Nothing
#' Subset a `data.frame`, `inspect`, or `inspect.ft` object
#'
#' `subset_data` subsets a `data.frame`, `inspect`, or `inspect.ft` object based
#' on a given set of criteria. The function is ideal for passing only selected
#' regions of data to other functions such as [`calc_rate()`] and
#' [`auto_rate()`], either by saving the output as a new object or via the use
#' of pipes (`%>%` or `%>%`). It is also very useful in analysis of
#' intermittent-flow data, where in a loop each replicate can be extracted and
#' passed to an analytical function such as `calc_rate` or `auto_rate`. See
#' examples and vignettes.
#'
#' The function can subset data based on ranges of `"time"`, `"oxygen"`, or
#' `"row"`. For data frames, to subset by `"time"` or `"oxygen"` the time data
#' is assumed to be in the first column, and oxygen data in the second column.
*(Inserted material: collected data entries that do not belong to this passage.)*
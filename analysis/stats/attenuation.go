package stats

// This file corrects a correlation and a slope for the measurement error
// of the gauges that produced x and y (classical errors of declared SD).

import "math"

// Reliability returns the reliability of a measured variable, the share of
// its observed variance that is not measurement error:
//
//	reliability = 1 − sdErr²/sdObs²
//
// (classical test theory: observed = true + error, error independent of
// the true value; Spearman 1904). It is NaN when sdObs is not positive,
// sdErr is negative or either is NaN or infinite, and when sdErr ≥ sdObs
// (the declared error explains all the observed spread: nothing is left to
// correct).
func Reliability(sdObs, sdErr float64) float64 {
	if !(sdObs > 0) || !(sdErr >= 0) || math.IsInf(sdObs, 0) || math.IsInf(sdErr, 0) {
		return math.NaN()
	}
	rel := 1 - (sdErr/sdObs)*(sdErr/sdObs)
	if !(rel > 0) {
		return math.NaN()
	}
	return rel
}

// ErrorCorrection is the result of CorrectForError. The raw figures are
// those of the observed data; the corrected ones estimate the figures of
// the true (error-free) values.
type ErrorCorrection struct {
	N                          int
	SDx, SDy                   float64 // observed SDs (n−1 divisor)
	ReliabilityX, ReliabilityY float64 // 1 − s_err²/s_obs² for each variable

	R, RLo, RHi  float64 // Pearson r and its Fisher-z interval (FisherCI)
	RCorrected   float64 // r/√(rel_x·rel_y), clipped to [−1, 1] (RUnclipped keeps the value)
	RUnclipped   float64 // r/√(rel_x·rel_y), which may exceed 1 in magnitude
	RClipped     bool    // RCorrected was clipped to ±1
	RCorrectedLo float64 // RLo/√(rel_x·rel_y), clipped to [−1, 1]
	RCorrectedHi float64 // RHi/√(rel_x·rel_y), clipped to [−1, 1]

	Slope, SlopeLo, SlopeHi float64 // least-squares slope of y on x, t interval (n−2 df)
	SlopeCorrected          float64 // Slope/rel_x
	SlopeCorrectedSE        float64 // Fuller's (1987) standard error, see CorrectForError
	SlopeCorrectedLo        float64 // SlopeCorrected ∓ t_{n−2}·SlopeCorrectedSE
	SlopeCorrectedHi        float64
}

// CorrectForError returns the correlation of x and y corrected for
// attenuation and the slope of y on x corrected for regression dilution,
// given the declared SDs of the measurement error of each variable
// (errSDx, errSDy; 0 for a variable measured without error):
//
//	r_corrected = r / √(rel_x·rel_y)      (Spearman 1904, "The proof and
//	      measurement of association between two things", Am. J. Psychol.
//	      15:72–101)
//	slope_corrected = slope / rel_x       (regression dilution; Fuller 1987,
//	      Measurement Error Models, ch. 1; Frost & Thompson 2000, J. R.
//	      Stat. Soc. A 163:173–189)
//
// with rel = Reliability(observed SD, error SD). Error in y does not bias
// the slope; it only widens its interval.
//
// Assumptions, which the caller should state beside the figures: the
// errors are classical (observed = true + error), independent of the true
// values and of each other, with constant SD; the declared SDs are known
// exactly (not estimated), so the reliabilities are treated as constants.
// The interval of r is the Fisher-z interval divided by √(rel_x·rel_y)
// (its ends clipped to [−1, 1]); a corrected r beyond ±1 is reported
// clipped to ±1 (RClipped, RUnclipped keeps it), so that the interval,
// which then ends at ±1, contains it. The interval of the slope is
// SlopeCorrected ∓ t_{n−2,(1+conf)/2}·SE with the variance of Fuller
// (1987), Measurement Error Models, §1.2, Theorem 1.2.1 (written here from
// memory, and checked by the seeded simulation of the tests: coverage
// within Monte Carlo error of the nominal at reliabilities 0.5 to 0.9):
//
//	V(β̂) = (m_xx·s_vv + β̂²·σ_uu²) / ((n−1)·(m_xx − σ_uu)²)
//	s_vv = Σ (y − ȳ − β̂(x − x̄))² / (n−2),   m_xx = Σ (x − x̄)²/(n−1),
//
// σ_uu = errSDx², β̂ = SlopeCorrected. It allows for the error in x (the
// raw t interval divided by rel_x does not, and covers too seldom), but
// not for the uncertainty of σ_uu itself: the interval is too narrow when
// the SD comes from a small repeatability study. With errSDx = 0 it is the
// raw least-squares interval.
//
// x and y must have equal length (it panics otherwise). Figures are NaN
// when n < 3, a value is NaN or infinite, a column is constant, conf lies
// outside (0, 1) (intervals only) or a reliability is undefined (corrected
// figures only).
func CorrectForError(x, y []float64, errSDx, errSDy, conf float64) ErrorCorrection {
	if len(x) != len(y) {
		panic("stats: CorrectForError: slice length mismatch")
	}
	n := len(x)
	nan := math.NaN()
	e := ErrorCorrection{N: n, SDx: nan, SDy: nan, ReliabilityX: nan, ReliabilityY: nan,
		R: nan, RLo: nan, RHi: nan, RCorrected: nan, RUnclipped: nan, RCorrectedLo: nan, RCorrectedHi: nan,
		Slope: nan, SlopeLo: nan, SlopeHi: nan, SlopeCorrected: nan, SlopeCorrectedSE: nan, SlopeCorrectedLo: nan, SlopeCorrectedHi: nan}
	if n < 3 {
		return e
	}
	mx, sdx := agrMeanSD(x)
	my, sdy := agrMeanSD(y)
	if math.IsNaN(mx+my+sdx+sdy) || math.IsInf(mx+my+sdx+sdy, 0) || !(sdx > 0) || !(sdy > 0) {
		return e
	}
	e.SDx, e.SDy = sdx, sdy
	e.ReliabilityX, e.ReliabilityY = Reliability(sdx, errSDx), Reliability(sdy, errSDy)
	var sxx, syy, sxy float64
	for i := range x {
		dx, dy := x[i]-mx, y[i]-my
		sxx += dx * dx
		syy += dy * dy
		sxy += dx * dy
	}
	e.R = math.Max(-1, math.Min(1, sxy/math.Sqrt(sxx*syy)))
	e.Slope = sxy / sxx
	rss := math.Max(syy-sxy*sxy/sxx, 0)
	se := math.Sqrt(rss / float64(n-2) / sxx)
	t := nan
	if conf > 0 && conf < 1 {
		if n >= 4 {
			e.RLo, e.RHi = FisherCI(e.R, n, conf)
		}
		t = TQuantile(0.5+conf/2, float64(n-2))
		e.SlopeLo, e.SlopeHi = e.Slope-t*se, e.Slope+t*se
	}
	if f := math.Sqrt(e.ReliabilityX * e.ReliabilityY); f > 0 {
		clip := func(v float64) float64 { return math.Max(-1, math.Min(1, v)) }
		e.RUnclipped = e.R / f
		e.RCorrected = clip(e.RUnclipped)
		e.RClipped = e.RCorrected != e.RUnclipped
		e.RCorrectedLo, e.RCorrectedHi = clip(e.RLo/f), clip(e.RHi/f)
	}
	if rx := e.ReliabilityX; rx > 0 {
		e.SlopeCorrected = e.Slope / rx
		if errSDx == 0 {
			e.SlopeCorrectedSE = se
			e.SlopeCorrectedLo, e.SlopeCorrectedHi = e.SlopeLo, e.SlopeHi
			return e
		}
		// Fuller (1987), Theorem 1.2.1.
		b := e.SlopeCorrected
		var svv float64
		for i := range x {
			v := y[i] - my - b*(x[i]-mx)
			svv += v * v
		}
		fn := float64(n)
		svv /= fn - 2
		mxx := sxx / (fn - 1)
		suu := errSDx * errSDx
		mt := mxx - suu // > 0 as rel_x > 0
		e.SlopeCorrectedSE = math.Sqrt((mxx*svv + b*b*suu*suu) / ((fn - 1) * mt * mt))
		e.SlopeCorrectedLo, e.SlopeCorrectedHi = b-t*e.SlopeCorrectedSE, b+t*e.SlopeCorrectedSE
	}
	return e
}
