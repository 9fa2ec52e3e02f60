package stats

// This file holds the distribution tails and quantiles every test uses,
// so that each is computed one way, accurately far into the tail.

import (
	"math"

	"gonum.org/v1/gonum/mathext"
	"gonum.org/v1/gonum/stat/distuv"
)

// TwoSidedT returns P(|T| ≥ |t|) for Student's t with df degrees of
// freedom, from the regularised incomplete beta function:
//
//	P = I_{df/(df+t²)}(df/2, 1/2)
//
// (Abramowitz & Stegun 26.5.27 and 26.7.1), which keeps full relative
// precision in the far tail where 1 − CDF would cancel. It returns NaN for
// df ≤ 0 or a NaN t.
func TwoSidedT(t, df float64) float64 {
	if !(df > 0) || math.IsNaN(t) {
		return math.NaN()
	}
	if math.IsInf(t, 0) {
		return 0
	}
	return mathext.RegIncBeta(df/2, 0.5, df/(df+t*t))
}

// UpperF returns P(F ≥ f) for the F distribution with (d1, d2) degrees of
// freedom: I_{d2/(d2+d1·f)}(d2/2, d1/2) (Abramowitz & Stegun 26.6.2). Unlike
// distuv.F.Survival it does not floor near 1e-16.
func UpperF(f, d1, d2 float64) float64 {
	if !(d1 > 0) || !(d2 > 0) || math.IsNaN(f) {
		return math.NaN()
	}
	if f <= 0 {
		return 1
	}
	if math.IsInf(f, 1) {
		return 0
	}
	return mathext.RegIncBeta(d2/2, d1/2, d2/(d2+d1*f))
}

// TwoSidedNormal returns P(|Z| ≥ |z|) = erfc(|z|/√2) for a standard normal
// Z. math.Erfc keeps relative precision far out (z = 10 gives 1.5e-23),
// where distuv.Normal.Survival underflows to 0.
func TwoSidedNormal(z float64) float64 {
	if math.IsNaN(z) {
		return math.NaN()
	}
	return math.Erfc(math.Abs(z) / math.Sqrt2)
}

// UpperChi2 returns P(X ≥ x) for chi-squared with df degrees of freedom,
// the regularised upper incomplete gamma Q(df/2, x/2).
func UpperChi2(x, df float64) float64 {
	if !(df > 0) || math.IsNaN(x) {
		return math.NaN()
	}
	if x <= 0 {
		return 1
	}
	return mathext.GammaIncRegComp(df/2, x/2)
}

// TQuantile returns the p-quantile of Student's t with df degrees of
// freedom. Sigma must be set to 1: distuv.StudentsT with Sigma 0 returns 0
// for every quantile.
func TQuantile(p, df float64) float64 {
	if !(df > 0) {
		return math.NaN()
	}
	return distuv.StudentsT{Mu: 0, Sigma: 1, Nu: df}.Quantile(p)
}

// NormalQuantile returns the p-quantile of the standard normal.
func NormalQuantile(p float64) float64 {
	return distuv.UnitNormal.Quantile(p)
}

// FQuantile returns the p-quantile of F with (d1, d2) degrees of freedom.
func FQuantile(p, d1, d2 float64) float64 {
	if !(d1 > 0) || !(d2 > 0) {
		return math.NaN()
	}
	return distuv.F{D1: d1, D2: d2}.Quantile(p)
}
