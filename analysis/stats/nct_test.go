package stats

// Tests of nct.go against testdata/nct_reference.csv, written by
// testdata/gen_nct_reference.py: scipy 1.10.1 stats.nct.cdf(t, df, nc)
// and stats.nct.ppf(p, df, nc) over df 2 to 10⁴ and nc 0 to 196, and one
// mpmath 1.2.1 quadrature at df = 10⁷ (the calls are in the script).

import (
	"bufio"
	"math"
	"os"
	"strconv"
	"strings"
	"testing"
)

func TestNoncentralTScipy(t *testing.T) {
	t.Parallel()
	f, err := os.Open("testdata/nct_reference.csv")
	if err != nil {
		t.Fatal(err)
	}
	defer f.Close()
	sc := bufio.NewScanner(f)
	rows, worstCDF, worstPPF := 0, 0.0, 0.0
	for sc.Scan() {
		line := sc.Text()
		if strings.HasPrefix(line, "#") || strings.HasPrefix(line, "func,") {
			continue
		}
		c := strings.Split(line, ",")
		v := make([]float64, 4)
		for i := range v {
			if v[i], err = strconv.ParseFloat(c[i+1], 64); err != nil {
				t.Fatalf("%q: %v", line, err)
			}
		}
		df, nc, arg, want := v[0], v[1], v[2], v[3]
		rows++
		switch c[0] {
		case "cdf":
			got := NoncentralTCDF(arg, df, nc)
			e := math.Abs(got - want)
			worstCDF = max(worstCDF, e)
			if e > 1e-12 {
				t.Errorf("NoncentralTCDF(%g, %g, %g) = %.15g, %s gives %.15g", arg, df, nc, got, c[4], want)
			}
		case "ppf":
			got := NoncentralTQuantile(arg, df, nc)
			e := math.Abs(got-want) / math.Max(1, math.Abs(want))
			worstPPF = max(worstPPF, e)
			if e > 1e-9 {
				t.Errorf("NoncentralTQuantile(%g, %g, %g) = %.15g, %s gives %.15g", arg, df, nc, got, c[4], want)
			}
		}
	}
	if rows < 800 {
		t.Fatalf("%d reference rows, want the 883 the script writes", rows)
	}
	t.Logf("%d rows; largest CDF error %.2g absolute, quantile %.2g relative", rows, worstCDF, worstPPF)
}

// The quantile inverts the CDF, and the CDF rises with t, for any
// arguments (identities, no reference needed).
func TestNoncentralTInverse(t *testing.T) {
	t.Parallel()
	for _, df := range []float64{1, 2, 7.5, 40, 3e5} {
		for _, nc := range []float64{-5, 0, 1.3, 30} {
			prev := -1.0
			for _, p := range []float64{0.0001, 0.025, 0.5, 0.975, 0.9999} {
				x := NoncentralTQuantile(p, df, nc)
				if c := NoncentralTCDF(x, df, nc); math.Abs(c-p) > 1e-12 {
					t.Errorf("CDF(Quantile(%g)) = %.15g at df %g nc %g", p, c, df, nc)
				}
				if !(x > prev) && prev != -1 {
					t.Errorf("quantile not increasing at p %g df %g nc %g", p, df, nc)
				}
				prev = x
			}
		}
	}
	if !math.IsNaN(NoncentralTCDF(1, 0.5, 0)) || !math.IsNaN(NoncentralTQuantile(1, 5, 0)) {
		t.Error("df < 1 or p = 1 should give NaN")
	}
}

// BenchmarkNoncentralTQuantile: the cost of one limit's interval end at a
// small and at a large n (the limits of agreement take four per study).
func BenchmarkNoncentralTQuantile(b *testing.B) {
	for _, df := range []float64{16, 1e7} {
		b.Run(strconv.FormatFloat(df, 'g', -1, 64), func(b *testing.B) {
			nc := 1.96 * math.Sqrt(df+1)
			for b.Loop() {
				NoncentralTQuantile(0.975, df, nc)
			}
		})
	}
}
#' For [`inspect()`] and [`inspect.ft()`] objects, the data will have been
#' coerced to this structure already. In these cases the `$dataframe` element in
#' the output is replaced by the subset, and in `inspect.ft` the `$data` element
#' is also subset and replaced. Note for `inspect.ft` objects, the oxygen data
#' in column 2 will be either `out.oxy` data or `delta.oxy` data depending on
#' what was inspected. The function can subset *any* data frame by `row`.
#'
#' When multiple columns are present, for example time in column 1, and multiple
#' columns of oxygen data, the subset object will include *all* columns. In the
#' case of subsetting `by = "oxygen"`, subsetting is based on the *first* column
#' of oxygen data only (i.e. column 2), and all subsequent columns are subset
#' between the same rows regardless of oxygen values.
#'
#' For all methods, if exact matching values of `from` and `to` are not present
#' in the data, the closest values are used. For `"time"` and `"row"`
#' subsetting, `from` and `to` should be in the correct order. No warning or
#' messages are given if the input values are outside those in the data frame.
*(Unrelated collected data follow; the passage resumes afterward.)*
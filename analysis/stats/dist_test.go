package stats

import (
	"math"
	"testing"
)

// distRelErr is |got − want|/|want|.
func distRelErr(got, want float64) float64 { return math.Abs(got-want) / math.Abs(want) }

// TestDistTailsReference checks the tails every test uses against
// 40-digit values from mpmath 1.2.1 (mp.dps = 40), printed to 17 digits:
//
//	TwoSidedT(t, ν) = mpmath.betainc(ν/2, 1/2, 0, ν/(ν+t²), regularized=True)
//	UpperF(f, d1, d2) = mpmath.betainc(d2/2, d1/2, 0, d2/(d2+d1·f), regularized=True)
//	UpperChi2(x, ν) = mpmath.gammainc(ν/2, x/2, inf, regularized=True)
//
// The tolerances are the accuracy measured and stated in dist.go: full
// double precision (a few 1e-14) for moderate degrees of freedom, less for
// ν ≥ 10⁴ where mathext.RegIncBeta's log-beta loses digits (scipy 1.10.1
// scipy.stats.f.sf(2, 5, 1e6) has the same 5e-11 error as ours).
func TestDistTailsReference(t *testing.T) {
	t.Parallel()
	tTol := func(df float64) float64 {
		switch {
		case df <= 100:
			return 2e-13
		case df <= 1e4:
			return 2e-12
		}
		return 5e-10
	}
	for _, c := range []struct{ t, df, want float64 }{
		{0.5, 1.0, 0.70483276469913345},
		{2.0, 1.0, 0.29516723530086655},
		{5.0, 1.0, 0.12566591637800237},
		{20.0, 1.0, 0.03180450251235275},
		{100.0, 1.0, 0.0063659855298165103},
		{0.5, 3.0, 0.65144796484815099},
		{2.0, 3.0, 0.13932596855884318},
		{5.0, 3.0, 0.015392438073302301},
		{20.0, 3.0, 0.00027320325024731172},
		{100.0, 3.0, 2.2045219231849111e-6},
		{0.5, 10.0, 0.62789360574297294},
		{2.0, 10.0, 0.073388034770740366},
		{5.0, 10.0, 0.00053733360275645262},
		{20.0, 10.0, 2.1460623172042518e-9},
		{100.0, 10.0, 2.4496895554198299e-16},
		{0.5, 100.0, 0.61817356583088657},
		{2.0, 100.0, 0.04821217873113368},
		{5.0, 100.0, 2.4501734135038004e-6},
		{20.0, 100.0, 9.9942678613369559e-37},
		{100.0, 100.0, 4.8629944445394793e-102},
		{0.5, 10000.0, 0.61708607932323341},
		{2.0, 10000.0, 0.045527260661435443},
		{5.0, 10000.0, 5.8303266136626473e-7},
		{20.0, 10000.0, 2.7646525865407733e-87},
		{0.5, 1000000.0, 0.61707518747237139},
		{2.0, 1000000.0, 0.045500533851319208},
		{5.0, 1000000.0, 5.7339978708907416e-7},
		{20.0, 1000000.0, 5.7330870473903718e-89},
	} {
		if got := TwoSidedT(c.t, c.df); distRelErr(got, c.want) > tTol(c.df) {
			t.Errorf("TwoSidedT(%g, %g) = %.17g, mpmath %.17g (rel. err. %.1e)", c.t, c.df, got, c.want, distRelErr(got, c.want))
		}
		if got := TwoSidedT(-c.t, c.df); distRelErr(got, c.want) > tTol(c.df) {
			t.Errorf("TwoSidedT(%g, %g) = %.17g, want the same as for +t", -c.t, c.df, got)
		}
	}
	for _, c := range []struct{ f, d1, d2, want float64 }{
		{3.0, 1.0, 10.0, 0.11393741215192041},
		{5.0, 2.0, 20.0, 0.017341529915832614},
		{3.05, 30.0, 28.0, 0.0019749141718617635},
		{60.0, 1.0, 3.0, 0.0044748782993540116},
		{2.0, 5.0, 1000000.0, 0.0752362378553057},
		{50.0, 2.0, 100000.0, 1.9775434481944136e-22},
		{40.0, 3.0, 12.0, 1.589553175596412e-6},
	} {
		tol := 1e-13
		if c.d2 >= 1e4 {
			tol = 1e-9
		}
		if got := UpperF(c.f, c.d1, c.d2); distRelErr(got, c.want) > tol {
			t.Errorf("UpperF(%g, %g, %g) = %.17g, mpmath %.17g (rel. err. %.1e)", c.f, c.d1, c.d2, got, c.want, distRelErr(got, c.want))
		}
	}
	for _, c := range []struct{ x, df, want float64 }{
		{0.1, 1.0, 0.75182963404584928},
		{3.84, 1.0, 0.050043521248705103},
		{50.0, 1.0, 1.5374597944280349e-12},
		{200.0, 1.0, 2.0884875837625448e-45},
		{7.0, 3.0, 0.071897772496465127},
	} {
		if got := UpperChi2(c.x, c.df); distRelErr(got, c.want) > 1e-13 {
			t.Errorf("UpperChi2(%g, %g) = %.17g, mpmath %.17g (rel. err. %.1e)", c.x, c.df, got, c.want, distRelErr(got, c.want))
		}
	}
	// Far tails keep relative precision (issue 2, "Known traps"): the normal
	// at z = 10 is 1.5239706048320934e-23 two-sided (mpmath 1.2.1,
	// erfc(10/√2)), where 1 − CDF would give 0.
	if got := TwoSidedNormal(10); distRelErr(got, 1.5239706048320934e-23) > 1e-13 {
		t.Errorf("TwoSidedNormal(10) = %.17g, mpmath 1.5239706048320934e-23", got)
	}
	for name, v := range map[string]float64{
		"TwoSidedT(NaN)": TwoSidedT(math.NaN(), 3), "TwoSidedT(df 0)": TwoSidedT(1, 0),
		"UpperF(d1 0)": UpperF(1, 0, 3), "UpperChi2(df −1)": UpperChi2(1, -1), "TQuantile(df 0)": TQuantile(0.9, 0),
	} {
		if !math.IsNaN(v) {
			t.Errorf("%s = %v, want NaN", name, v)
		}
	}
	if TwoSidedT(math.Inf(1), 3) != 0 || UpperF(0, 1, 3) != 1 || UpperF(math.Inf(1), 1, 3) != 0 || UpperChi2(0, 1) != 1 {
		t.Error("tail end points wrong")
	}
}

// TestDistQuantilesMpmath checks TQuantile against the root, found by
// mpmath 1.2.1 findroot at mp.dps = 40, of
// betainc(ν/2, 1/2, 0, ν/(ν+t²), regularized=True)/2 = 1 − p, printed to 17
// digits. scipy 1.10.1 scipy.stats.t.ppf is off by up to 2e-9 on this grid
// (df = 5, p = 0.9995: 6.868826639865215), so it is not the reference here.
func TestDistQuantilesMpmath(t *testing.T) {
	t.Parallel()
	for _, c := range []struct{ p, df, want float64 }{
		{0.975, 1.0, 12.706204736174693},
		{0.995, 1.0, 63.656741162871524},
		{0.9995, 1.0, 636.61924876878973},
		{0.975, 2.0, 4.3026527297494618},
		{0.995, 2.0, 9.9248432009182886},
		{0.9995, 2.0, 31.599054576445363},
		{0.975, 5.0, 2.5705818356363148},
		{0.995, 5.0, 4.0321429835552272},
		{0.9995, 5.0, 6.8688266258812751},
		{0.975, 10.0, 2.2281388519862742},
		{0.995, 10.0, 3.1692726726169507},
		{0.9995, 10.0, 4.5868938587027077},
		{0.975, 30.0, 2.0422724563012379},
		{0.995, 30.0, 2.749995653567225},
		{0.9995, 30.0, 3.6459586350420628},
		{0.975, 100.0, 1.9839715185235519},
		{0.995, 100.0, 2.6258905214380176},
		{0.9995, 100.0, 3.3904913111642636},
		{0.975, 1000.0, 1.9623390808264081},
		{0.995, 1000.0, 2.5807546980659508},
		{0.9995, 1000.0, 3.3002826484239442},
		{0.975, 1000000.0, 1.9599663568141067},
		{0.995, 1000000.0, 2.5758342201053338},
		{0.9995, 1000000.0, 3.2905364612487221},
	} {
		tol := 2e-14
		switch {
		case c.df >= 1e5:
			tol = 1e-10
		case c.df >= 1e3:
			tol = 2e-13
		}
		if got := TQuantile(c.p, c.df); distRelErr(got, c.want) > tol {
			t.Errorf("TQuantile(%g, %g) = %.17g, mpmath %.17g (rel. err. %.1e)", c.p, c.df, got, c.want, distRelErr(got, c.want))
		}
		if got := TQuantile(1-c.p, c.df); distRelErr(got, -c.want) > tol*10 {
			t.Errorf("TQuantile(%g, %g) = %.17g, want %.17g by symmetry", 1-c.p, c.df, got, -c.want)
		}
	}
}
#' For instance, if `to = 100` and there are only 50 rows in the data, the last
#' row (50) will be used instead. The same for `from` and `to` time values
#' outside those in the data frame.
#'
#' For `"oxygen"` subsetting, `from` and `to` are generally interchangeable, and
#' the function will subset data *between* the first and last occurrences (or
#' closest occurrences) of these values. It works best with generally increasing
#' or decreasing oxygen data, and results may vary with other data such as
#' intermittent flow data or those in `inspect.ft` objects.
#'
#' **Note for `inspect` and `inspect.ft` object inputs:** after subsetting the
#' locations of any data issues highlighted when the object was originally
#' inspected will no longer be accurate. If these are important, best practice
#' is to subset the original dataframe, and then process the subset through
#' `inspect` or `inspect.ft`.
#'
#' A summary of the subset can be printed to the console if the default `quiet =
#' FALSE` is changed to `TRUE`.
#'
#' ## More
#'
#' For additional help, documentation, vignettes, and more visit the `respR`
#' website at <https://januarharianto.github.io/respR/>
#'
#' @return **Output**: If the input is an `inspect`, or `inspect.ft` object, the
#' output is an object of the same class containing the subset data. For
#' `data.frame` inputs the output is a `data.table` of the subset.
#'
#' @param x `data.frame`, `inspect`, or `inspect.ft` object. The data from which
#' to produce a subset.
#' @param from numeric. The lower bounds of the subset based on the `by` input.
#' @param to numeric. The upper bounds of the subset based on the `by` input.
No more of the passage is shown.